With this OP, I am starting a series (I hope) of articles whose purpose is to present interesting proteins which can be of specific relevance to ID theory, for their functional context and evolutionary history.
DNA-binding protein SATB1
SATB1 (accession number Q01826) is a very intriguing molecule. Let’s start with some information we can find at Uniprot, a fundamental protein database, about what is known of its function (in the human form):
Crucial silencing factor contributing to the initiation of X inactivation mediated by Xist RNA that occurs during embryogenesis and in lymphoma
And:
Transcriptional repressor controlling nuclear and viral gene expression in a phosphorylated and acetylated status-dependent manner, by binding to matrix attachment regions (MARs) of DNA and inducing a local chromatin-loop remodeling.
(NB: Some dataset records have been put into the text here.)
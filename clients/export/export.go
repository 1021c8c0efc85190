// Package export writes robots' journals as Apache Parquet tables, so that
// questions across robots and runs ("which runs lost trust for more than
// two seconds", "which sensor's fixes are gated most") go to the data
// engines a team already has (DuckDB, Spark, ...): one service per robot
// stays the design (DEVELOPERS.md, "Design: Layers").
//
// # Overview
//
// Export replays each journal (journal.Replay, read only) and writes four
// files: runs.parquet (one row per run: robot, run, journal, run number,
// times, counts, the configuration), inputs.parquet (one row per input
// with its verdict, the final verdict of a held fix, NIS, reason and status
// code), poses.parquet (the fused pose with its covariance and trust after
// every input) and events.parquet. The row types RunRow, InputRow, PoseRow
// and EventRow are the schemas; their column names carry the units. A
// robot's journal is "live"; the journals set aside when a robot was
// deleted are "deleted-{unix ns}". A journal holds a run per controller
// boot: its first run's key is the journal's name, run n's from the second
// on "{journal}/{n}", each on a clock of its own (DEVELOPERS.md, "Design:
// Runs").
//
// # Invariants
//
// Memory is bounded by one row group per table plus the fixes still held
// (at most the robot's max_held, and the inputs after the oldest of them),
// whatever the length of the journals: rows are streamed. inputs and poses
// have one row per journaled input, in sequence order within a run; the
// rows of a run in events are in the order the inputs caused them.
package export

import (
	"context"
	"errors"
	"fmt"
	"os"
	"path/filepath"

	"google.golang.org/protobuf/encoding/protojson"

	"reckon.example/fusion"
	pb "reckon.example/proto/reckon/v1"
	"reckon.example/server/journal"
)

// Options say what Export exports. The zero value exports every robot's
// live journal only.
type Options struct {
	// Robots are the robot ids to export (empty: all).
	Robots []string
	// Deleted also exports the journals set aside when robots were deleted.
	Deleted bool
	// Run, if not 0, exports only run Run of each journal (RunRow.RunNumber;
	// a controller restart begins a run); journals with fewer runs give
	// no rows, and when no journal holds run Run the error wraps
	// journal.ErrNoRun.
	Run int64
	// RowGroupRows is the number of rows per Parquet row group (0: 65536).
	RowGroupRows int
}

// ErrNoRuns is returned when the directory holds no journal of the robots
// asked for; it wraps journal.ErrNoJournal.
var ErrNoRuns = fmt.Errorf("%w to export", journal.ErrNoJournal)

// Export replays the journals in dir and writes the four tables into out,
// which it creates if needed; it returns the rows of runs.parquet. A
// journal that cannot be read, or ctx ending, stops the export and its
// files are removed; the tables of an earlier export in out are replaced
// only by a whole export.
func Export(ctx context.Context, dir, out string, opt Options) ([]RunRow, error) {
	runs, err := Runs(dir, opt.Deleted)
	if err != nil {
		return nil, err
	}
	runs, err = pick(runs, opt.Robots)
	if err != nil {
		return nil, err
	}
	if err := os.MkdirAll(out, 0o755); err != nil {
		return nil, err
	}
	group := opt.RowGroupRows
	if group <= 0 {
		group = 1 << 16
	}
	t, err := openTables(out, group)
	if err != nil {
		return nil, err
	}
	var rows []RunRow
	for _, r := range runs {
		got, err := exportRun(ctx, t, dir, r, opt.Run)
		for i := 0; err == nil && i < len(got); i++ {
			err = t.runs.add(got[i])
		}
		if err != nil {
			t.abandon()
			return nil, fmt.Errorf("%s, journal %s: %w", r.Robot, r.ID, err)
		}
		rows = append(rows, got...)
	}
	if len(rows) == 0 && opt.Run > 0 {
		// Empty tables with no word said that the journals hold no
		// inputs, which they may.
		t.abandon()
		return nil, fmt.Errorf("%w: no journal holds a run %d", journal.ErrNoRun, opt.Run)
	}
	return rows, t.close()
}

// pick keeps the runs of the robots asked for; a robot without a journal is
// an error.
func pick(runs []Run, robots []string) ([]Run, error) {
	if len(robots) == 0 {
		if len(runs) == 0 {
			return nil, ErrNoRuns
		}
		return runs, nil
	}
	var out []Run
	for _, id := range robots {
		n := len(out)
		for _, r := range runs {
			if r.Robot == id {
				out = append(out, r)
			}
		}
		if len(out) == n {
			return nil, fmt.Errorf("%w for robot %q", ErrNoRuns, id)
		}
	}
	return out, nil
}

// exportRun replays one journal into the tables and returns the rows of
// its runs.
func exportRun(ctx context.Context, t *tables, dir string, r Run, only int64) ([]RunRow, error) {
	x := &runExport{ctx: ctx, t: t, only: only, row: RunRow{Robot: r.Robot, Run: r.ID, Journal: r.ID, RunNumber: 1, Deleted: r.ID != liveRun}}
	if r.DeleteTimeUnixNs != 0 {
		x.row.DeleteTimeUnixNs = &r.DeleteTimeUnixNs
	}
	var gap error
	fr, scan, err := journal.Replay(filepath.Clean(dir), r.Robot, journal.ReplayOptions{ReadOnly: true, FS: r.fs(),
		Opened: func(fr *fusion.Robot) error { x.cfg = fr.Config(); return nil },
		Input:  x.input,
		Gap: func(err error) error {
			if gap == nil {
				gap = err
			}
			return nil
		}})
	// A gap is gone past (and noted by Gap) only once the journal opened a
	// robot: without one (no segment left) there is nothing to export.
	if err != nil && (fr == nil || !errors.Is(err, journal.ErrGap)) {
		return nil, err
	}
	if err := x.flushInputs(true); err != nil {
		return nil, err
	}
	var rows []RunRow
	for _, row := range append(x.done, x.row) {
		if x.keeps(row.RunNumber) {
			rows = append(rows, row)
		}
	}
	for i := range rows {
		if gap != nil {
			rows[i].Gap = gap.Error()
		}
		rows[i].Torn = scan.Torn != nil
		rows[i].Damaged = int32(len(scan.Damage))
		if err := configure(&rows[i], scan.Opening, x.cfg); err != nil {
			return nil, err
		}
	}
	return rows, nil
}

// configure fills a runs row's configuration summary from the opening
// record and the robot's configuration with its defaults filled in.
func configure(row *RunRow, op *pb.JournalOpening, cfg fusion.Config) error {
	js, err := protojson.MarshalOptions{UseProtoNames: true}.Marshal(op.GetConfig())
	if err != nil {
		return err
	}
	row.CreateTimeUnixNs = op.GetCreateTimeUnixNs()
	for _, l := range fusion.IMUModeLabels() {
		if l.Value == cfg.IMU {
			row.IMUMode = l.Name
		}
	}
	row.Wheels, row.Landmarks = int32(len(cfg.Wheels)), int32(len(cfg.Landmarks))
	row.GateProbability, row.WindowNs = cfg.GateProbability, cfg.WindowNs
	row.MaxPosition95M, row.MaxHeadingStdRad = cfg.Trust.MaxPosition95M, cfg.Trust.MaxHeadingStdRad
	row.ConfigJSON = string(js)
	return nil
}

// labelOf returns the label of the row of table with wire number n, or ""
// (an unset enum).
func labelOf[T comparable](table []fusion.Label[T], n int32) string {
	for _, l := range table {
		if l.Proto == n {
			return l.Name
		}
	}
	return ""
}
Acts as a docking site for several chromatin remodeling enzymes
IOWs, it is an important regulatory protein involved in many different, and not necessarily well understood, processes, which binds to DNA and in involved in chromatin remodeling.
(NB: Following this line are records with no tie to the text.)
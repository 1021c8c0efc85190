package export

import (
	"bytes"
	"context"
	"errors"
	"fmt"
	"os"
	"path/filepath"
	"reflect"
	"strings"
	"testing"

	"github.com/parquet-go/parquet-go"

	"reckon.example/fusion/fusiontest"
	pb "reckon.example/proto/reckon/v1"
	"reckon.example/server/convert"
	"reckon.example/server/journal"
)

// want is what the tables should hold, made by replaying the journals again
// here and keeping every row in memory.
type want struct {
	runs   []Run
	inputs []InputRow
	poses  []PoseRow
	events []EventRow
	pairs  map[string]int // journal inputs per "robot/run", as the scan counts them
}

// replayAll replays each run and makes the rows it should give.
func replayAll(t *testing.T, dir string, runs []Run) want {
	t.Helper()
	w := want{runs: runs, pairs: map[string]int{}}
	for _, r := range runs {
		bySeq := map[uint64]int{}
		_, scan, err := journal.Replay(dir, r.Robot, journal.ReplayOptions{ReadOnly: true, FS: r.fs(), Input: func(rp *journal.Replayed) error {
			resp, s := rp.Response, rp.Input.GetSample()
			in := InputRow{Robot: r.Robot, Run: r.ID, Sequence: int64(rp.Input.GetSequence()), ClientSequence: int64(resp.GetClientSequence()),
				ArrivalUnixNs: rp.Input.GetArrivalUnixNs(), Verdict: convert.VerdictName(resp.GetVerdict()), FinalVerdict: convert.VerdictName(resp.GetVerdict()),
				NISDimension: resp.GetNisDimension(), Reason: resp.GetReason(), StatusCode: resp.GetStatusCode(),
				RecordedVerdict: convert.VerdictName(rp.Recorded.GetResponse().GetVerdict()), Events: int32(len(resp.GetEvents()))}
			switch {
			case s.GetOdometry() != nil:
				in.Kind, in.StampNs = "odometry", s.GetOdometry().GetStampNs()
			case s.GetHeading() != nil:
				in.Kind, in.StampNs = "heading", s.GetHeading().GetStampNs()
			case s.GetFix() != nil:
				in.Kind, in.StampNs, in.SensorID = "fix", s.GetFix().GetStampNs(), s.GetFix().GetSensorId()
				in.FixKind = strings.ToLower(strings.TrimPrefix(fixKindOf(s.GetFix()).String(), "FIX_KIND_"))
			default:
				in.Kind, in.StampNs = "reseed", s.GetReseed().GetStampNs()
			}
			if resp.GetNisDimension() > 0 {
				a, b := resp.GetNis(), resp.GetNis()
				in.NIS, in.FinalNIS = &a, &b
			}
			for _, res := range resp.GetResolved() {
				i, ok := bySeq[res.GetSequence()]
				if !ok {
					t.Fatalf("%s %s: input %d resolved, never seen", r.Robot, r.ID, res.GetSequence())
				}
				held := &w.inputs[i]
				held.FinalVerdict, held.Reason, held.FinalNIS = convert.VerdictName(res.GetVerdict()), res.GetReason(), nil
				if res.GetVerdict() == pb.Verdict_VERDICT_APPLIED || res.GetVerdict() == pb.Verdict_VERDICT_GATED {
					nis := res.GetNis()
					held.FinalNIS = &nis
				}
			}
			bySeq[rp.Input.GetSequence()] = len(w.inputs)
			w.inputs = append(w.inputs, in)
			for _, e := range resp.GetEvents() {
				w.events = append(w.events, EventRow{Robot: r.Robot, Run: r.ID, Sequence: in.Sequence, Kind: convert.EventName(e.GetKind()),
					StampNs: e.GetStampNs(), SensorID: e.GetSensorId(), Value: e.GetValue(), Detail: e.GetDetail()})
			}
			p := convert.PoseToProto("", rp.Robot.Pose(), 0)
			c := p.GetCovariance().GetValues()
			pose := PoseRow{Robot: r.Robot, Run: r.ID, Sequence: in.Sequence, StampNs: p.GetStampNs(),
				XM: p.GetPose().GetXM(), YM: p.GetPose().GetYM(), HeadingRad: p.GetPose().GetHeadingRad(),
				CovXXM2: c[0], CovXYM2: c[1], CovXHMRad: c[2], CovYYM2: c[4], CovYHMRad: c[5], CovHHRad2: c[8],
				Position95M: p.GetPosition95M(), HeadingStdRad: p.GetHeadingStdRad(), ForwardMPerS: p.GetVelocity().GetForwardMPerS(),
				LeftMPerS: p.GetVelocity().GetLeftMPerS(), TurnRadPerS: p.GetVelocity().GetTurnRadPerS(),
				IMUOffsetRad: p.GetImuOffsetRad(), IMUOffsetVarRad2: p.GetImuOffsetVarianceRad2(), IMUOffsetReady: p.GetImuOffsetReady(), Trusted: p.GetTrusted()}
			for _, d := range p.GetDistrust() {
				pose.Distrust = append(pose.Distrust, convert.DistrustName(d))
			}
			w.poses = append(w.poses, pose)
			return nil
		}})
		if err != nil {
			t.Fatal(err)
		}
		w.pairs[r.Robot+"/"+r.ID] = scan.Pairs
	}
	return w
}

// fixKindOf returns a fix's wire kind.
func fixKindOf(f *pb.Fix) pb.FixKind {
	switch {
	case f.GetPose() != nil:
		return pb.FixKind_FIX_KIND_POSE
	case f.GetPosition() != nil:
		return pb.FixKind_FIX_KIND_POSITION
	case f.GetHeading() != nil:
		return pb.FixKind_FIX_KIND_HEADING
	}
	return pb.FixKind_FIX_KIND_LANDMARK
}

// runTotals are the counts a runs row should have, from the wanted rows.
type runTotals struct {
	inputs, fixes, events, held, applied, gated, distrustedNs int64
}

func (w want) totals() map[string]*runTotals {
	out := map[string]*runTotals{}
	get := func(robot, run string) *runTotals {
		k := robot + "/" + run
		if out[k] == nil {
			out[k] = &runTotals{}
		}
		return out[k]
	}
	for _, in := range w.inputs {
		tt := get(in.Robot, in.Run)
		tt.inputs++
		if in.Kind == "fix" {
			tt.fixes++
		}
		switch in.FinalVerdict {
		case "held":
			tt.held++
		case "applied":
			tt.applied++
		case "gated":
			tt.gated++
		}
	}
	for _, e := range w.events {
		get(e.Robot, e.Run).events++
	}
	for i := 1; i < len(w.poses); i++ {
		a, b := w.poses[i-1], w.poses[i]
		if a.Robot == b.Robot && a.Run == b.Run && !a.Trusted && b.StampNs > a.StampNs {
			get(a.Robot, a.Run).distrustedNs += b.StampNs - a.StampNs
		}
	}
	return out
}

// readTable reads a whole table back with parquet-go.
func readTable[T any](t *testing.T, dir, name string) []T {
	t.Helper()
	rows, err := parquet.ReadFile[T](filepath.Join(dir, name))
	if err != nil {
		t.Fatalf("reading %s: %v", name, err)
	}
	return rows
}

// sameRows compares rows read back with the wanted ones, reporting the
// first difference.
func sameRows[T any](t *testing.T, name string, got, want []T) {
	t.Helper()
	if len(got) != len(want) {
		t.Errorf("%s: %d rows, want %d", name, len(got), len(want))
		return
	}
	for i := range got {
		if !reflect.DeepEqual(got[i], want[i]) {
			t.Errorf("%s row %d:\n got  %+v\n want %+v", name, i, got[i], want[i])
			return
		}
	}
}

func TestRoundTripEqualsTheJournal(t *testing.T) {
	dir := fleet(t)
	out := t.TempDir()
	// Small row groups, so that the files have several.
	rows, err := Export(context.Background(), dir, out, Options{Deleted: true, RowGroupRows: 2000})
	if err != nil {
		t.Fatal(err)
	}
	runs, err := Runs(dir, true)
	if err != nil {
		t.Fatal(err)
	}
	if len(runs) != 3 || runs[0].Robot != "cart-1" || !strings.HasPrefix(runs[0].ID, "deleted-") || runs[1].ID != "live" || runs[2].Robot != "cart-2" {
		t.Fatalf("runs %+v, want cart-1's deleted and live journals and cart-2's", runs)
	}
	w := replayAll(t, dir, runs)

	gotInputs := readTable[InputRow](t, out, InputsFile)
	gotPoses := readTable[PoseRow](t, out, PosesFile)
	for i := range gotPoses {
		if len(gotPoses[i].Distrust) == 0 {
			gotPoses[i].Distrust = nil
		}
	}
	sameRows(t, InputsFile, gotInputs, w.inputs)
	sameRows(t, PosesFile, gotPoses, w.poses)
	sameRows(t, EventsFile, readTable[EventRow](t, out, EventsFile), w.events)
	gotRuns := readTable[RunRow](t, out, RunsFile)
	sameRows(t, RunsFile, gotRuns, rows)

	totals := w.totals()
	var heldThenDecided, distrusted int
	for _, in := range w.inputs {
		if in.Verdict == "held" && in.FinalVerdict != "held" {
			heldThenDecided++
		}
	}
	for _, r := range gotRuns {
		k := r.Robot + "/" + r.Run
		tt := totals[k]
		if tt == nil {
			t.Fatalf("run %s has no inputs", k)
		}
		if r.Inputs != int64(w.pairs[k]) || r.Inputs != tt.inputs || r.Fixes != tt.fixes || r.Events != tt.events ||
			r.Held != tt.held || r.Applied != tt.applied || r.Gated != tt.gated || r.DistrustedNs != tt.distrustedNs {
			t.Errorf("run %s: %+v, want %+v with %d journal inputs", k, r, *tt, w.pairs[k])
		}
		if r.Differs != 0 || r.Torn || r.Gap != "" || r.Damaged != 0 {
			t.Errorf("run %s: replay differs in %d, torn %v, gap %q, damaged %d; want a clean journal", k, r.Differs, r.Torn, r.Gap, r.Damaged)
		}
		if r.Deleted != (r.DeleteTimeUnixNs != nil) || r.Deleted != strings.HasPrefix(r.Run, "deleted-") ||
			r.Deleted && fmt.Sprintf("deleted-%d", *r.DeleteTimeUnixNs) != r.Run {
			t.Errorf("run %s: deleted %v, delete time %v", k, r.Deleted, r.DeleteTimeUnixNs)
		}
		if r.CreateTimeUnixNs == 0 || r.IMUMode == "" || r.Wheels == 0 || r.GateProbability == 0 || !strings.Contains(r.ConfigJSON, "wheels") {
			t.Errorf("run %s: configuration summary %+v", k, r)
		}
		if tt.distrustedNs > 0 {
			distrusted++
		}
	}
	// The data must exercise what the export does: held fixes decided
	// later, events, distrusted stretches and the deleted run.
	if heldThenDecided == 0 || len(w.events) == 0 || distrusted == 0 {
		t.Errorf("test data too tame: %d held inputs decided later, %d events, %d runs with distrusted time", heldThenDecided, len(w.events), distrusted)
	}
	t.Logf("%d runs, %d inputs (%d held then decided), %d events", len(gotRuns), len(gotInputs), heldThenDecided, len(w.events))
}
It is also involved in hematopoiesis (especially in T cell development), and has important roles in the biology of some tumors:
Modulates genes that are essential in the maturation of the immune T-cell CD8SP from thymocytes. Required for the switching of fetal globin species, and beta- and gamma-globin genes regulation during erythroid differentiation. Plays a role in chromatin organization and nuclear architecture during apoptosis.
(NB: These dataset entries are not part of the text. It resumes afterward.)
package export

import (
	"bytes"
	"context"
	"encoding/json"
	"math"
	"os"
	"os/exec"
	"path/filepath"
	"reflect"
	"testing"
)

// duckdbModules returns the node_modules directory holding @duckdb/node-api
// (RECKON_DUCKDB, else duckdb/node_modules), or skips the test.
func duckdbModules(t *testing.T) string {
	t.Helper()
	dir, set := os.LookupEnv("RECKON_DUCKDB")
	if !set {
		dir = filepath.Join("duckdb", "node_modules")
	}
	if _, err := os.Stat(filepath.Join(dir, "@duckdb", "node-api")); err != nil {
		if set {
			t.Fatalf("RECKON_DUCKDB=%s holds no @duckdb/node-api: %v", dir, err)
		}
		t.Skip("DuckDB check skipped: set RECKON_DUCKDB to a node_modules directory with @duckdb/node-api " +
			"(npm ci in clients/export/duckdb), as .ci/run does")
	}
	if _, err := exec.LookPath("node"); err != nil {
		t.Fatalf("DuckDB check: %s is there but node is not on PATH: %v", dir, err)
	}
	abs, err := filepath.Abs(dir)
	if err != nil {
		t.Fatal(err)
	}
	return abs
}

// duckdbReport is what check.mjs prints. DuckDB's BIGINT and HUGEINT come
// as strings.
type duckdbReport struct {
	DuckDB string `json:"duckdb"`
	Counts struct {
		Runs   int64 `json:"runs,string"`
		Inputs int64 `json:"inputs,string"`
		Poses  int64 `json:"poses,string"`
		Events int64 `json:"events,string"`
	} `json:"counts"`
	Types map[string]map[string]string `json:"types"`
	Runs  []struct {
		Robot        string `json:"robot"`
		Run          string `json:"run"`
		Deleted      bool   `json:"deleted"`
		Inputs       int64  `json:"inputs,string"`
		Fixes        int64  `json:"fixes,string"`
		Applied      int64  `json:"applied,string"`
		Held         int64  `json:"held,string"`
		Gated        int64  `json:"gated,string"`
		Events       int64  `json:"events,string"`
		DistrustedNs int64  `json:"distrusted_ns,string"`
	} `json:"runs"`
	Inputs []struct {
		Robot       string `json:"robot"`
		Run         string `json:"run"`
		Inputs      int64  `json:"inputs,string"`
		Fixes       int64  `json:"fixes,string"`
		Applied     int64  `json:"applied,string"`
		Gated       int64  `json:"gated,string"`
		HeldDecided int64  `json:"held_decided,string"`
		First       int64  `json:"first_sequence,string"`
		Last        int64  `json:"last_sequence,string"`
		WithNIS     int64  `json:"with_nis,string"`
	} `json:"inputs"`
	Distrusted []struct {
		Robot        string `json:"robot"`
		Run          string `json:"run"`
		DistrustedNs int64  `json:"distrusted_ns,string"`
	} `json:"distrusted"`
	Last []struct {
		Robot       string   `json:"robot"`
		Run         string   `json:"run"`
		Sequence    int64    `json:"sequence,string"`
		StampNs     int64    `json:"stamp_ns,string"`
		XM          float64  `json:"x_m"`
		YM          float64  `json:"y_m"`
		HeadingRad  float64  `json:"heading_rad"`
		CovXXM2     float64  `json:"cov_xx_m2"`
		CovXYM2     float64  `json:"cov_xy_m2"`
		CovHHRad2   float64  `json:"cov_hh_rad2"`
		Position95M float64  `json:"position95_m"`
		Trusted     bool     `json:"trusted"`
		Distrust    []string `json:"distrust"`
	} `json:"last"`
	Sensors []struct {
		Robot         string  `json:"robot"`
		SensorID      string  `json:"sensor_id"`
		Fixes         int64   `json:"fixes,string"`
		GatedFraction float64 `json:"gated_fraction"`
	} `json:"sensors"`
	Events []struct {
		Robot string `json:"robot"`
		Run   string `json:"run"`
		Kind  string `json:"kind"`
		N     int64  `json:"n,string"`
	} `json:"events"`
	Unjoined int64 `json:"unjoined,string"`
}

// TestDuckDBReadsTheExport: DuckDB (its Node package, outside the Go
// module) reads the exported tables, and its counts, column types, values
// and aggregates equal those of the journals replayed here.
func TestDuckDBReadsTheExport(t *testing.T) {
	modules := duckdbModules(t)
	dir := fleet(t)
	out := t.TempDir()
	runRows, err := Export(context.Background(), dir, out, Options{Deleted: true, RowGroupRows: 4096})
	if err != nil {
		t.Fatal(err)
	}
	runs, err := Runs(dir, true)
	if err != nil {
		t.Fatal(err)
	}
	w := replayAll(t, dir, runs)

	cmd := exec.Command("node", filepath.Join("duckdb", "check.mjs"), out)
	cmd.Env = append(os.Environ(), "RECKON_DUCKDB="+modules)
	var stderr bytes.Buffer
	cmd.Stderr = &stderr
	js, err := cmd.Output()
	if err != nil {
		t.Fatalf("node check.mjs: %v\n%s", err, stderr.String())
	}
	var got duckdbReport
	if err := json.Unmarshal(js, &got); err != nil {
		t.Fatalf("check.mjs output: %v\n%s", err, js)
	}
	t.Logf("DuckDB %s", got.DuckDB)

	if got.Counts.Runs != int64(len(runs)) || got.Counts.Inputs != int64(len(w.inputs)) || got.Counts.Poses != int64(len(w.poses)) || got.Counts.Events != int64(len(w.events)) {
		t.Errorf("DuckDB counts %+v, want %d runs, %d inputs, %d poses, %d events", got.Counts, len(runs), len(w.inputs), len(w.poses), len(w.events))
	}
	types := map[string]map[string]string{
		"poses":  {"stamp_ns": "BIGINT", "x_m": "DOUBLE", "cov_xy_m2": "DOUBLE", "trusted": "BOOLEAN", "distrust": "VARCHAR[]"},
		"inputs": {"sequence": "BIGINT", "verdict": "VARCHAR", "nis": "DOUBLE", "status_code": "INTEGER"},
		"runs":   {"delete_time_unix_ns": "BIGINT", "distrusted_ns": "BIGINT", "deleted": "BOOLEAN"},
		"events": {"kind": "VARCHAR", "value": "DOUBLE"},
	}
	for table, cols := range types {
		for col, typ := range cols {
			if got.Types[table][col] != typ {
				t.Errorf("%s.%s is %q in DuckDB, want %s", table, col, got.Types[table][col], typ)
			}
		}
	}

	totals := w.totals()
	byRun := map[string]RunRow{}
	for _, r := range runRows {
		byRun[r.Robot+"/"+r.Run] = r
	}
	if len(got.Runs) != len(runRows) {
		t.Errorf("DuckDB sees %d runs, want %d", len(got.Runs), len(runRows))
	}
	for _, r := range got.Runs {
		k, want := r.Robot+"/"+r.Run, byRun[r.Robot+"/"+r.Run]
		if r.Deleted != want.Deleted || r.Inputs != want.Inputs || r.Fixes != want.Fixes || r.Applied != want.Applied || r.Held != want.Held ||
			r.Gated != want.Gated || r.Events != want.Events || r.DistrustedNs != want.DistrustedNs || r.Inputs != int64(w.pairs[k]) {
			t.Errorf("DuckDB runs row %s: %+v, want %+v", k, r, want)
		}
	}
	for _, r := range got.Inputs {
		k, tt := r.Robot+"/"+r.Run, totals[r.Robot+"/"+r.Run]
		if tt == nil || r.Inputs != tt.inputs || r.Fixes != tt.fixes || r.Applied != tt.applied || r.Gated != tt.gated || r.First != 1 || r.Last != tt.inputs {
			t.Errorf("DuckDB inputs of %s: %+v, want %+v", k, r, tt)
		}
	}
	var heldDecided int64
	for _, in := range w.inputs {
		if in.Verdict == "held" && in.FinalVerdict != "held" {
			heldDecided++
		}
	}
	var sqlHeldDecided int64
	for _, r := range got.Inputs {
		sqlHeldDecided += r.HeldDecided
	}
	if sqlHeldDecided != heldDecided {
		t.Errorf("DuckDB finds %d held inputs decided later, want %d", sqlHeldDecided, heldDecided)
	}
	sqlDistrusted := map[string]int64{}
	for _, r := range got.Distrusted {
		sqlDistrusted[r.Robot+"/"+r.Run] = r.DistrustedNs
	}
	for k, tt := range totals {
		if sqlDistrusted[k] != tt.distrustedNs || byRun[k].DistrustedNs != tt.distrustedNs {
			t.Errorf("%s: distrusted %d ns by DuckDB's window query, %d in runs, want %d", k, sqlDistrusted[k], byRun[k].DistrustedNs, tt.distrustedNs)
		}
	}

	last := map[string]PoseRow{}
	for _, p := range w.poses {
		last[p.Robot+"/"+p.Run] = p
	}
	for _, r := range got.Last {
		p := last[r.Robot+"/"+r.Run]
		distrust := r.Distrust
		if len(distrust) == 0 {
			distrust = nil
		}
		// Doubles pass through DuckDB and JSON exactly (shortest round-trip
		// formatting both ways).
		if r.Sequence != p.Sequence || r.StampNs != p.StampNs || r.XM != p.XM || r.YM != p.YM || r.HeadingRad != p.HeadingRad ||
			r.CovXXM2 != p.CovXXM2 || r.CovXYM2 != p.CovXYM2 || r.CovHHRad2 != p.CovHHRad2 || r.Position95M != p.Position95M ||
			r.Trusted != p.Trusted || !reflect.DeepEqual(distrust, p.Distrust) {
			t.Errorf("DuckDB's last pose of %s/%s: %+v, want %+v", r.Robot, r.Run, r, p)
		}
	}
	if len(got.Last) != len(last) {
		t.Errorf("DuckDB finds the last pose of %d runs, want %d", len(got.Last), len(last))
	}

	type sensorKey struct{ robot, sensor string }
	fixes, gated := map[sensorKey]int64{}, map[sensorKey]int64{}
	for _, in := range w.inputs {
		if in.Kind == "fix" {
			k := sensorKey{in.Robot, in.SensorID}
			fixes[k]++
			if in.FinalVerdict == "gated" {
				gated[k]++
			}
		}
	}
	for _, s := range got.Sensors {
		k := sensorKey{s.Robot, s.SensorID}
		want := float64(gated[k]) / float64(fixes[k])
		if s.Fixes != fixes[k] || math.Abs(s.GatedFraction-want) > 1e-12 {
			t.Errorf("DuckDB: sensor %v: %d fixes, gated fraction %g; want %d, %g", k, s.Fixes, s.GatedFraction, fixes[k], want)
		}
	}
	if len(got.Sensors) != len(fixes) {
		t.Errorf("DuckDB finds %d sensors, want %d", len(got.Sensors), len(fixes))
	}

	kinds := map[[3]string]int64{}
	for _, e := range w.events {
		kinds[[3]string{e.Robot, e.Run, e.Kind}]++
	}
	for _, e := range got.Events {
		if n := kinds[[3]string{e.Robot, e.Run, e.Kind}]; e.N != n {
			t.Errorf("DuckDB: %d %s events in %s/%s, want %d", e.N, e.Kind, e.Robot, e.Run, n)
		}
	}
	if len(got.Events) != len(kinds) || got.Unjoined != 0 {
		t.Errorf("DuckDB: %d event groups (want %d), %d inputs without their pose", len(got.Events), len(kinds), got.Unjoined)
	}
}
Reprograms chromatin organization and the transcription profiles of breast tumors to promote growth and metastasis.
Keywords for molecular function: Chromatin regulator, DNA-binding, Repressor
Now, some information about the protein itself. I will relate, again, to the human form of the protein:
Length: 763 AAs. It’s a rather big protein, like many important regulatory molecules.
Its subcellular location is in the nucleus.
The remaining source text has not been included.